- Promotional poster
- 咸鱼飞升
- Genre: Fantasy, Adventure
- Based on: Xian Yu Fei Sheng (lit. 'The Ascension of a Salted Fish') by Chonguan Andu
- Written by: Rao Jun
- Directed by: Ding Hei; Fu Cexin; Zheng Junmo;
- Starring: Dylan Wang; Li Qin; Rong Zishan;
- Country of origin: China
- Original language: Mandarin
- No. of seasons: 1

Production
- Production locations: Hengdian World Studios, Xinjiang
- Production companies: Nice Story; Baination; Phood;

Original release
- Network: Hunan Satellite Television, Mango TV

= Live Long and Prosper (TV series) =

Live Long and Prosper (咸鱼飞升 (Xiányú Fēishēng)) is an upcoming period fantasy Chinese television drama. The series is directed by Ding Hei, Fu Cexin, Zheng Junmo, and stars Dylan Wang, Li Qin and Rong Zishan. Live Long and Prosper is based on a non-romance-driven xianxia fantasy web novel Xian Yu Fei Sheng (lit. 'The Ascension of a Salted Fish') by Chonguan Andu on Jinjiang Literature City.

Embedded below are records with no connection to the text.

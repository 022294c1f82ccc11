import { zodResolver } from '@hookform/resolvers/zod';
import { useMutation, useQueryClient } from '@tanstack/react-query';
import { useEffect, useId, useMemo, useRef, useState } from 'react';
import { FormProvider, useForm, useWatch, type Resolver } from 'react-hook-form';
import { Link } from 'react-router';
import { Button } from '../../../components/ui/button.tsx';
import { CodeTabs } from '../../../components/ui/code-block.tsx';
import { Alert, ErrorState, LoadingState, PageHeader } from '../../../components/ui/feedback.tsx';
import { Segmented } from '../../../components/ui/segmented.tsx';
import { ApiProblem } from '../../../lib/api-client.ts';
import { maskedKey, organizationKeysQueryOptions, useChosenServerKey } from '../../../lib/organization-keys.ts';
import { useSession } from '../../../lib/session.ts';
import { setUnitSystem, useUnitSystem, type UnitSystem } from '../../../lib/units.ts';
import { clean, type CalcDefinition, type Envelope, type RunRequest } from '../definition.ts';
import { buildSnippets } from '../../../lib/code-snippets.ts';
import { Basis, Cautions, Checks } from './result-envelope.tsx';

const RUN_ROLES = ['owner', 'admin', 'developer'];

/** The request for the form's values as they are now (default: the input as typed, cleaned). */
function requestFor(definition: CalcDefinition, values: Record<string, unknown>): RunRequest {
  if (definition.toRequest) return definition.toRequest(values);
  const input = clean(values.input) as Record<string, unknown>;
  return { body: { input }, snippet: { endpoint: definition.endpoint, body: input } };
}

/** "#/input/pack/0/seriesCells" → "input.pack.0.seriesCells" (RFC 6901 unescaped). */
const pointerToName = (pointer: string) =>
  pointer
    .replace(/^#\/?/, '')
    .split('/')
    .map((p) => p.replaceAll('~1', '/').replaceAll('~0', '~'))
    .join('.');

function KeyPicker({ state, keyError }: { state: ReturnType<typeof useChosenServerKey>; keyError?: string }) {
  const id = useId();
  const { keys, usable, chosen, choose } = state;
  if (keys.isPending) return <LoadingState label="Loading your keys…" />;
  if (keys.isError) return <ErrorState error={keys.error} onRetry={() => void keys.refetch()} />;
  if (usable.length === 0) {
    return (
      <Alert tone="warn" title="No server key yet">
        Playground calls run under one of your organization’s server keys and count like any call.{' '}
        <Link to="/keys" className="font-medium underline">
          Create a server key
        </Link>{' '}
        first.
      </Alert>
    );
  }
  return (
    <div>
      <label htmlFor={id} className="block text-sm font-medium">
        Run under key
      </label>
      <select
        id={id}
        value={chosen?.id ?? ''}
        onChange={(e) => choose(e.target.value)}
        aria-describedby={`${id}-hint${keyError ? ` ${id}-error` : ''}`}
        aria-invalid={keyError ? true : undefined}
        className="mt-1 block min-w-64 rounded-md border border-line bg-white px-3 py-2 text-sm"
      >
        {usable.map((k) => (
          <option key={k.id} value={k.id}>
            {k.name} · {maskedKey(k)}
          </option>
        ))}
      </select>
      <p id={`${id}-hint`} className="mt-1 text-xs text-graphite-soft">
        Each run is a metered call, counted against this key.
      </p>
      {keyError ? (
        <p id={`${id}-error`} className="mt-1 text-sm font-medium text-danger">
          {keyError}
        </p>
      ) : null}
    </div>
  );
}

export function CalculationPage({ definition }: { definition: CalcDefinition }) {
  const session = useSession();
  const role = session.data?.organization?.role;
  const mayRun = role !== undefined && RUN_ROLES.includes(role);
  const units = useUnitSystem();
  const keyState = useChosenServerKey();
  const { chosen } = keyState;
  const queryClient = useQueryClient();
  const form = useForm<Record<string, unknown>>({
    resolver: zodResolver(definition.formSchema as never) as unknown as Resolver<Record<string, unknown>>,
    defaultValues: definition.defaults,
    mode: 'onSubmit',
    reValidateMode: 'onChange',
  });
  const [ran, setRan] = useState<{ request: RunRequest; result: Envelope } | null>(null);
  const [formError, setFormError] = useState<string | null>(null);
  const [keyError, setKeyError] = useState<string | undefined>();
  const resultHeading = useRef<HTMLHeadingElement>(null);
  const formRef = useRef<HTMLFormElement>(null);

  const run = useMutation({
    mutationFn: async ({ keyId, request }: { keyId: string; request: RunRequest }) => ({ request, result: await definition.run(keyId, request.body) }),
    onSuccess: (done) => {
      setRan(done);
      void queryClient.invalidateQueries(organizationKeysQueryOptions());
      void queryClient.invalidateQueries({ queryKey: ['overview'] });
    },
    onError: (error) => {
      if (!(error instanceof ApiProblem)) {
        setFormError('Something went wrong. Try again.');
        return;
      }
      let unplaced = false;
      for (const e of error.problem.errors ?? []) {
        if (!e.pointer) {
          unplaced = true;
          continue;
        }
        const name = pointerToName(e.pointer);
        if (name === 'keyId') {
          setKeyError(e.detail);
          continue;
        }
        form.setError(name, { type: 'server', message: e.detail });
        if (!formRef.current?.querySelector(`[name="${CSS.escape(name)}"]`)) unplaced = true;
      }
      setFormError(unplaced || !(error.problem.errors ?? []).length ? `${error.problem.title}: ${error.message}` : null);
    },
  });

  useEffect(() => {
    if (ran) resultHeading.current?.focus();
  }, [ran]);

  const onSubmit = form.handleSubmit(() => {
    setFormError(null);
    setKeyError(undefined);
    if (!chosen) return;
    run.mutate({ keyId: chosen.id, request: requestFor(definition, form.getValues()) });
  });

  const values = useWatch({ control: form.control }) as Record<string, unknown>;
  const snippets = useMemo(
    () => buildSnippets(requestFor(definition, values).snippet, { origin: window.location.origin, key: chosen ? { name: chosen.name, masked: maskedKey(chosen) } : undefined }),
    [definition, values, chosen],
  );

  const { Form, Result } = definition;
  return (
    <div>
      <PageHeader
        title={definition.title}
        summary={
          <>
            {definition.summary} <span className="font-mono text-sm">POST {definition.endpoint}</span>
          </>
        }
      />
      <div className="mb-6 flex flex-wrap items-end gap-6">
        <KeyPicker state={keyState} keyError={keyError} />
        {definition.units ? (
          <Segmented<UnitSystem>
            label="Units"
            value={units}
            onChange={setUnitSystem}
            options={[
              { value: 'imperial', label: 'Imperial (ft, °F)' },
              { value: 'metric', label: 'Metric (m, °C)' },
            ]}
          />
        ) : null}
      </div>
      <div className="grid gap-8 2xl:grid-cols-[minmax(0,34rem)_minmax(0,1fr)]">
        <FormProvider {...form}>
          <form ref={formRef} noValidate onSubmit={(e) => void onSubmit(e)} aria-label={`${definition.title} inputs`} className="space-y-4">
            <Form />
            {formError ? <Alert tone="danger" title="The calculation was not run">{formError}</Alert> : null}
            {!mayRun && role ? (
              <Alert tone="info">Your role ({role}) can read results but not run calls: they count against the organization’s quota.</Alert>
            ) : null}
            <div className="flex flex-wrap gap-3">
              <Button type="submit" busy={run.isPending} disabled={!mayRun || !chosen}>
                Run calculation
              </Button>
              <Button
                tone="secondary"
                onClick={() => {
                  form.reset(definition.defaults);
                  setFormError(null);
                }}
              >
                Reset to the example
              </Button>
            </div>
          </form>
        </FormProvider>
        <section aria-labelledby="result-title" className="min-w-0 space-y-5">
          <h2 id="result-title" ref={resultHeading} tabIndex={-1} className="text-lg font-semibold">
            Result
          </h2>
          <div aria-live="polite" className="sr-only">
            {run.isPending ? 'Running…' : ran ? 'Result ready.' : ''}
          </div>
          {ran ? (
            <>
              <Checks checks={ran.result.checks} />
              <Result result={ran.result} request={ran.request} />
              <Cautions cautions={ran.result.cautions} />
              <Basis basis={ran.result.basis} />
            </>
          ) : (
            <p className="rounded-lg border border-dashed border-line bg-paper-deep px-5 py-6 text-sm text-graphite-soft">
              Run the calculation to see the result here: the figures with their units, the checks, the cautions and how it was worked out.
            </p>
          )}
        </section>
      </div>
      <section aria-labelledby="code-title" className="mt-10">
        <h2 id="code-title" className="text-lg font-semibold">
          Copy as code
        </h2>
        <p className="mb-3 mt-1 text-sm text-graphite-soft">
          The same request to the API, as it stands in the form. Server keys stay secret: the code reads the key from <span className="font-mono">OHMSTEAD_API_KEY</span> on your server.
        </p>
        <CodeTabs label="Request as code" snippets={snippets} />
      </section>
    </div>
  );
}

It is scheduled for release by Hunan Satellite TV and Mango TV.

== Synopsis ==

Set in a fantasy xianxia realm where cultivators pursue the Dao in their quest for immortality, Live Long and Prosper follows the lives of Song Qianji (Dylan Wang). In his first life, he was the foremost figure of the cultivation world, a character marked by ambition, competitiveness, and arrogance who exhausted himself in ceaseless rivalry. Granted a second chance at life and armed with prior knowledge, he resolves to drift through existence as a carefree 'salted fish' (a euphemism for someone who wishes to 'lie flat'), adopting a detached outlook and devoting much of his energy to tending his crops. Yet, by chance, he gathers a circle of steadfast companions and is unwillingly drawn into sectarian conflict. In the end, to protect the land and people he cherishes, he reluctantly returns to cultivation (advancing through successive levels of strength and facing heavenly tribulations), leading his comrades to shoulder the burden of salvation through his very being.

== Cast ==
=== Main ===
- Dylan Wang as Song Qianji, a rogue cultivator who rose from humble beginnings to become the foremost figure in the cultivation world after surviving countless life-and-death trials. Betrayed and driven to self-destruction in his previous life, he is reborn with his memories intact and resolves to abandon ambition in favour of a peaceful life, declaring that growing potatoes is more important than seeking immortality. However, his kindness and unassuming nature gradually gather a circle of loyal companions, drawing him back into the conflicts of the cultivation world.
- Li Qin as Miao Yan, renowned as the most beautiful woman in the cultivation world. In her previous life, she was bound by her pride and obsession with perfection. After her rebirth, she gradually awakens her own sense of self, and her relationship with Song Qianji becomes increasingly layered and conflicted as she breaks free from the role of a manufactured idol.
- Rong Zishan as Meng Heze, Song Qianji's devoted junior disciple. After being rescued by Song Qianji following his rebirth, his fate diverges completely from that of his previous life.

=== Supporting ===
- Wang Duo as Wei Zhenyu, a morally ambiguous figure regarded as the "chosen saviour". Initially an adversary of Song Qianji, he later becomes an ally, with their relationship evolving through rivalry, political intrigue and strategic manoeuvring.
- Zhang Yaqin as He Qingqing, a young woman whose life is shaped by hardship. Once an outcast subjected to bullying, her longing to be acknowledged gradually develops into an ambition to overturn the existing order.
- Xia Meng as Chen Hongzhu, the eldest daughter of the Huawai Sect. Upright, resolute and compassionate, she is willing to forsake her privileged status in pursuit of her ideals.
- Tong Mengshi as Ziye Wenshu, the leader of Qingya Academy, who once ventured into a demonic stronghold to rescue He Qingqing.
- Wu Xize as Yuan Qingshi.

- Ye Shengjia as Ji Chen.

== Production ==
Production for the series began in Hengdian World Studios in late April, with the series officially announced in mid-May at the Hunan Satellite TV & Mango TV industry conference. Production moved to Xinjiang in August and filming is complete as of 26 September 2025.